### WHAT THE EXERCISE ASKS
Check every line of the data below for the word "members". Copy the ones that have it.

### INPUT FOR THIS TASK

def _evaluate_absolute(rs: ReferenceSet, entries, hia: dict[str, dict], settings: Settings) -> dict:
    rows, used = [], []
    for e in entries:
        rec = hia.get(carbocation(e.smiles).smiles)
        if rec is None or rec.get("error"):
            rows.append(_entry_row(e, None, rec, (rec or {}).get("error", "not computed")))
            continue
        row = _entry_row(e, rec["hia_kcal_mol"], rec)
        cls, group = cation_group(e.smiles)
        row.update({"cation_class": cls, "class_group": group, "residual": rec["hia_kcal_mol"] - e.value})
        if rec.get("rearranged"):
            row["excluded_reason"] = f"relaxed to {rec.get('relaxed_cation_smiles')} at this level"
        else:
            used.append(row)
        rows.append(row)
    note = rs.note + (f"; computed in {settings.level} on the relative (gas-anchored) scale, compared with gas-phase "
                      "experiment: the differences include solvation" if settings.solvent else "")
    out = {"key": rs.key, "title": rs.title, "kind": rs.kind, "level": settings.level, "experiment": rs.experiment,
           "computed": rs.computed, "note": note, "entries": rows,
           "excluded": [{"name": e.name, "reason": e.note, "source": e.source} for e in rs.excluded]}
    calc = np.array([r["calc"] for r in used])
    exp = np.array([r["exp"] for r in used])
    out["raw"] = absolute_statistics(calc, exp)
    if len(used) >= 3:
        loo = loo_predictions(calc, exp)
        fit = fit_linear(calc, exp)
        for r, p in zip(used, loo):
            r["loo_calibrated"] = float(p)
            r["loo_residual"] = float(p - r["exp"])
        out["fit"] = {"a": fit.a, "b": fit.b, "n": fit.n}
        out["loo"] = error_statistics(loo - exp)
        groups = {}
        for g in CLASS_GROUPS:
            members = [r for r in used if r["class_group"] == g]
            if members:
                groups[g] = {"n": len(members), "names": [m["name"] for m in members],
                             "raw": error_statistics([m["residual"] for m in members]),
                             "loo": error_statistics([m["loo_residual"] for m in members])}
        out["groups"] = groups
    stored = calibration_for(settings)
    if stored is not None and used:
        out["stored_calibration"] = {"id": stored.id, "a": stored.a, "b": stored.b, "n": stored.n,
                                     "loo_mae": stored.loo_mae_kcal_mol, "loo_rmse": stored.loo_rmse_kcal_mol,
                                     "applied": absolute_statistics([stored.apply(c) for c in calc], exp)}
    out["worst"] = sorted(used, key=lambda r: -abs(r["residual"]))[:5]
    return out


def _evaluate_correlation(rs: ReferenceSet, entries, values: dict[str, tuple[float | None, dict | None, str | None]],
                          settings: Settings, calibration=None) -> dict:
    rows, used = [], []
    for e in entries:
        calc, rec, err = values.get(e.name, (None, None, "not computed"))
        row = _entry_row(e, calc, rec, err)
        rows.append(row)
        if calc is None:
            continue
        if rec is not None and rec.get("rearranged"):
            row["excluded_reason"] = f"relaxed to {rec.get('relaxed_cation_smiles')} at this level"
            continue
        used.append(row)
    exp = np.array([r["exp"] for r in used])
    calc = np.array([r["calc"] for r in used])
    stats = correlation_statistics(exp, calc)
    out = {"key": rs.key, "title": rs.title, "kind": rs.kind, "level": settings.level, "experiment": rs.experiment,
           "computed": rs.computed, "expected_sign": rs.expected_sign, "note": rs.note, "entries": rows,
           "excluded": [{"name": e.name, "reason": e.note, "source": e.source} for e in rs.excluded], **stats}
    if stats["slope"] is not None:
        back = fit_linear(calc, exp)  # experiment predicted from the computed value
        for r in used:
            r["residual"] = float(r["exp"] - back.predict(r["calc"]))
        out["worst"] = sorted(used, key=lambda r: -abs(r["residual"]))[:5]
        out["sign_ok"] = bool(np.sign(stats["slope"]) == rs.expected_sign)
        if rs.key.startswith("sigma"):
            out["rho_plus"] = -stats["slope"] / _ln10_rt(settings.temperature_k)
        if rs.key == "pkr":
            out["ideal_slope"] = _ln10_rt(settings.temperature_k)
        if calibration is not None:
            out["calibrated_slope"] = calibration.a * stats["slope"]
            out["calibration_id"] = calibration.id
    else:
        out["worst"] = []
        out["sign_ok"] = None
    return out


def _pkr_values(rs: ReferenceSet, entries, settings: Settings, workers, store, progress) -> dict:
    need = {}
    for e in entries:
        cat = carbocation(e.smiles)
        need[e.name] = (Species(cat.smiles, 1, 1), Species(alcohol_smiles(e.smiles), 0, 1))
    hydroxide = Species("[OH-]", -1, 1)
    species = [sp for pair in need.values() for sp in pair] + [hydroxide]
    results = _species_results(species, settings, workers, store, progress)
    k = units.HARTREE_TO_KCAL_MOL
    values = {}
    for name, (cat, alc) in need.items():
        res = [results[cat], results[alc], results[hydroxide]]
        failed = [r.message for r in res if not hasattr(r, "G_hartree")]
        if failed:
            values[name] = (None, None, "; ".join(failed))
            continue
        dg = (res[1].G_hartree - res[0].G_hartree - res[2].G_hartree) * k
        values[name] = (float(dg), {"rearranged": res[0].rearranged, "relaxed_cation_smiles": res[0].relaxed_smiles},
                        None)
    return values


# ------------------------------------------------------------------ trends
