"""``cationcalc check``: bundled reference sets recomputed and compared with published experiment."""
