def formula(smiles: str) -> Counter:
    """Element counts with hydrogens, charge ignored."""
    from rdkit import Chem

    mol = Chem.AddHs(Chem.MolFromSmiles(smiles))
    return Counter(a.GetSymbol() for a in mol.GetAtoms())


def heavy_atoms(smiles: str) -> int:
    from rdkit import Chem

    return Chem.MolFromSmiles(smiles).GetNumHeavyAtoms()


def _key(c: Counter) -> str:
    return "".join(f"{el}{c[el]}" for el in sorted(c) if c[el] > 0)


def substrate_formulas(smiles: str, cations: list[str]) -> set[str]:
    """Formulas of the species one substrate can need: itself, protonated, its cations, their departing groups."""
    s = formula(smiles)
    sh = s + Counter({"H": 1})
    keys = {_key(s), _key(sh)}
    for cation in cations:
        c = formula(cation)
        keys.add(_key(c))
        for parent in (s, sh):
            rest = Counter(parent)
            rest.subtract(c)
            if all(v >= 0 for v in rest.values()) and sum(rest.values()) > 0:
                keys.add(_key(rest))
    return keys


def _site(record) -> dict:
    alternatives = record.get("alternatives") or []
    return {"input": record.get("input"), "name": record.get("name"), "cation_smiles": record.get("cation_smiles"),
            "leaving_group": record.get("leaving_group"), "site_atom": record.get("site_atom"),
            "dG_ion_kcal_mol": record.get("dG_ion_kcal_mol"), "dE_ion_kcal_mol": record.get("dE_ion_kcal_mol"),
            "verdict": record.get("verdict"),
            "error": record.get("error"), "sites": 1 + len(alternatives),
            "alternatives": [{k: a.get(k) for k in ("site_atom", "leaving_group", "cation_smiles", "dG_ion_kcal_mol",
                                                    "error")} for a in alternatives]}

### TASK OUTPUT
            members = [r for r in used if r["class_group"] == g]
            if members:
                groups[g] = {"n": len(members), "names": [m["name"] for m in members],
                             "raw": error_statistics([m["residual"] for m in members]),
                             "loo": error_statistics([m["loo_residual"] for m in members])}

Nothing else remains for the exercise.